Mentor: Dr. Amrita George

Approach: Develop comparative models using national/state measures from US and India to understand how the organizational digital divide differs across the two regions. Students will gain experience with data analytics – data cleaning and management, mapping, conducting exploratory data analysis, and estimating regression models to predict organizational performance in a digital economy across the two regions. Summary: While digitally competent organizations are predicted to be ahead of their peers in the US/Europe, the impact of the organizational digital divide across the US/India has not been studied. India has a relatively younger population (the digital natives) and is likely to be less impacted by the organization's digital divide. On the contrary, the US launched many initiatives to improve technical know-how amongst its population (the digital migrants) older than their India peers. We don't know if launching these initiatives is enough to bridge the digital divide gap in organizations in US. This study aims to utilize industry-related data and FCC/NHFS data aggregated at national and state levels to create regression models to identify the impact of the digital divide on organizational performances in the two regions. These findings can inform theoretical explanations of the organizational digital divide when considering initiatives such as Build Back Better.

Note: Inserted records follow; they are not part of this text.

"""For small damping: B B^T, B an approximate inverse of the bordered Jacobian, for that of J^T J."""

from __future__ import annotations

import math
from typing import TYPE_CHECKING, Any

if TYPE_CHECKING:
    from lattice.solve.registry import Preconditioner
    from lattice.system.system import System


class InverseNormal:
    """A preconditioner of the normal equations made from one of the Jacobian and its exact transpose.

    Collective, as all methods. One set-up serves every damping at a point: B does not know it.

    Parameters
    ----------
    system : System
    made : Preconditioner
        Taken over: it is destroyed with this one.
    """

    def __init__(self, system: System, made: Preconditioner) -> None:
        self.system, self.made = system, made
        self._between = system.vector()

    def update(self, damping: float) -> None:
        """Set up the inverse; a scalar without condition is held as firmly as the damping holds it."""
        self.system.loose_weight = math.sqrt(damping)
        self.made.update()

    def damp(self, damping: float) -> None:
        """Nothing depends on the damping."""

    def apply(self, r: Any, y: Any) -> None:
        """Set `y` to B B^T r."""
        self.made.apply_transpose(r, self._between)
        self.made.apply(self._between, y)

    def destroy(self) -> None:
        """Free everything, the inverse too."""
        self._between.destroy()
        self.made.destroy()
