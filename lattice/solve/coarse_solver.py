"""The coarse level solved by an inner Krylov method on overlapping patches, where its LU does not fit."""

from __future__ import annotations

from typing import TYPE_CHECKING, Any

from lattice.errors import LatticeError
from lattice.solve.bordering import Bordering
from lattice.solve.patches import RankPatches
from lattice.solve.shells import jacobian_shell, use_preconditioner

if TYPE_CHECKING:
    from lattice.system.system import System

RTOL, MOST = 1e-2, 200
"""Of the inner solve; the outer method is flexible, so it may vary."""


class PatchedCoarse:
    """GMRES on the coarse bordered system, preconditioned by patches; options prefix `coarse_`.

    Collective. It is not a fixed linear map: its transpose is one up to the inner tolerance only.

    Parameters
    ----------
    system : System
        The coarse one.
    options : object
        The job's solve section; `options.patches` sizes the patches.
    """

    def __init__(self, system: System, options: Any) -> None:
        from petsc4py import PETSc

        self.system = system
        self._bordering = Bordering(system, RankPatches(system, options, "coarse_patches_"))
        self._matrix = jacobian_shell(system)
        self._ksp = ksp = PETSc.KSP().create(system.comm)
        ksp.setOptionsPrefix("coarse_")
        ksp.setOperators(self._matrix)
        ksp.setType("gmres")
        ksp.setPCSide(PETSc.PC.Side.RIGHT)
        ksp.setTolerances(rtol=RTOL, max_it=MOST)
        ksp.setGMRESRestart(MOST)
        use_preconditioner(ksp, self._bordering)
        ksp.setFromOptions()

    def update(self) -> None:
        """Factorise the patches at the coarse point. Collective."""
        self._bordering.update()
        self._matrix.assemble()

    def apply(self, r: Any, y: Any) -> None:
        """Set `y` to the approximate coarse solution for `r`. Collective."""
        self._ksp.solve(r, y)
        self._check()

    def apply_transpose(self, r: Any, y: Any) -> None:
        """Set `y` to the approximate solution of the transposed coarse system. Collective."""
        self._ksp.solveTranspose(r, y)
        self._check()

    def _check(self) -> None:
        reason = self._ksp.getConvergedReason()
        if reason < 0 and reason != -3:  # at the most iterations the outer method goes on with what there is
            raise LatticeError(
                f"the patched coarse solve failed (PETSc KSP reason {reason}); use solver = 'direct'"
            )

    def destroy(self) -> None:
        """Free everything. Collective."""
        self._ksp.destroy()
        self._matrix.destroy()
        self._bordering.destroy()
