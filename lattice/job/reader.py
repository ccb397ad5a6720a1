"""Reads a job file into a `Job`, or refuses it with every reason at once."""

from __future__ import annotations

import os
import re
import tomllib
from collections.abc import Sequence
from pathlib import Path
from typing import Any

from pydantic import ValidationError

from lattice.errors import FormulaError, InputError
from lattice.job.checks import judge, judge_forcing, judge_law_section
from lattice.job.overrides import lay_over
from lattice.job.problems import Findings, JobErrors, Problem
from lattice.job.resolve import changed, fill_from_state, fill_in, find_files
from lattice.job.schema import Job
from lattice.job.wording import problems_from


def load_job(path: str | os.PathLike[str], overrides: Sequence[str] = ()) -> Job:
    """Read, check and resolve a job file. Not collective: call it on one rank.

    Parameters
    ----------
    path : str or path
        The TOML file.
    overrides : sequence of str
        Each `section.key=value`, laid over the file.

    Returns
    -------
    Job
        With every default filled in, see `Job`.

    Raises
    ------
    JobErrors
        An InputError with all that is wrong, one problem per line.
    """
    job, _ = load_job_with_cautions(path, overrides)
    return job


def load_job_with_cautions(
    path: str | os.PathLike[str], overrides: Sequence[str] = (), folder: str | None = None
) -> tuple[Job, tuple[str, ...]]:
    """Return the job of `load_job` and what the user should be warned of, one text each.

    Parameters
    ----------
    path, overrides
        As for `load_job`.
    folder : str, optional
        The run's folder, instead of the job's own.
    """
    tables, overridden = lay_over(read_toml(Path(path)), overrides)
    job, cautions = resolve_tables(tables, Path(path), overridden)
    if folder is not None:
        job = changed(job, output=changed(job.output, folder=folder))
    return job, cautions


def resolve_tables(
    tables: dict[str, Any], file: Path, overridden: Sequence[str] = ()
) -> tuple[Job, tuple[str, ...]]:
    """Check and resolve a job given as tables; return it with what the user should be warned of.

    Parameters
    ----------
    tables : dict
        As TOML has them.
    file : Path
        Where they stand; files that the job names are looked for beside it.
    overridden : sequence of str
        Keys given on the command line, which messages name as the place.

    Raises
    ------
    JobErrors
        With all that is wrong.
    """
    try:
        return _resolve(tables, file)
    except _Refused as refused:
        raise JobErrors(refused.problems, str(file), overridden) from None


class _Refused(Exception):
    def __init__(self, problems: Sequence[Problem]) -> None:
        self.problems = tuple(problems)


def _resolve(tables: dict[str, Any], file: Path) -> tuple[Job, tuple[str, ...]]:
    job = _validated(tables)
    findings = Findings()
    judge_law_section(job, findings)
    job = find_files(job, file.parent, findings)
    _raise_any(findings)
    law = _law(job)
    findings = judge(job, law)
    _raise_any(findings)
    job = fill_from_state(job, law, findings)
    _raise_any(findings)
    job = fill_in(job, law, file)
    judge_forcing(job, law, findings)
    _raise_any(findings)
    return job, tuple(findings.cautions)


def _validated(tables: dict[str, Any]) -> Job:
    try:
        return Job.model_validate(frozen(tables))
    except ValidationError as error:
        raise _Refused(problems_from(error.errors(include_url=False))) from None


def _law(job: Job) -> Any:
    key = "law.name" if job.law.name is not None else "law.equations"
    try:
        return job.make_law()
    except FormulaError as error:
        raise _Refused([Problem(key, str(error))]) from None
    except InputError as error:
        raise _Refused([_law_problem(error, key)]) from None


def _law_problem(error: InputError, key: str) -> Problem:
    """Return a law's own complaint, with the key it names moved to where keys stand."""
    named = re.match(r"(law\.\S+) (.*)", error.message, re.DOTALL)
    if named:
        return Problem(named[1], named[2])
    return Problem(error.key or key, error.message)


def _raise_any(findings: Findings) -> None:
    if findings.problems:
        raise _Refused(findings.problems)


def read_toml(path: Path, what: str = "job file") -> dict[str, Any]:
    """Return the tables of a TOML file; `what` is the kind of file that messages name."""
    try:
        text = path.read_bytes().decode("utf-8")
        return tomllib.loads(text)
    except FileNotFoundError:
        raise InputError(f"no such {what}; check the path", file=str(path)) from None
    except IsADirectoryError:
        raise InputError(f"is a folder, a {what} is wanted", file=str(path)) from None
    except OSError as error:
        raise InputError(f"cannot be read: {error.strerror}", file=str(path)) from None
    except UnicodeDecodeError:
        raise InputError("must be text in UTF-8; save it so", file=str(path)) from None
    except tomllib.TOMLDecodeError as error:
        raise InputError(f"is not valid TOML: {error}", file=str(path)) from None


def frozen(value: Any) -> Any:
    """Return TOML's lists as tuples, which frozen models hold."""
    if isinstance(value, list):
        return tuple(frozen(item) for item in value)
    if isinstance(value, dict):
        return {key: frozen(item) for key, item in value.items()}
    return value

Student Research Activities: The REU fellows will perform the following major tasks: • Read theoretical and empirical literature on organizational digital divide.

• Identify appropriate measures for theoretical concepts (i.e., organizational performance).

• Develop testable hypotheses.

• Survey publicly available industry and FCC/NHFS data.

• Download, pre-process, and manage data; prepare datasets for analyses.

• Estimate exploratory data models.

• Estimate regression models.

Student Background: Students need to have basic computing and statistics knowledge, and introductory programming skills in Python or R.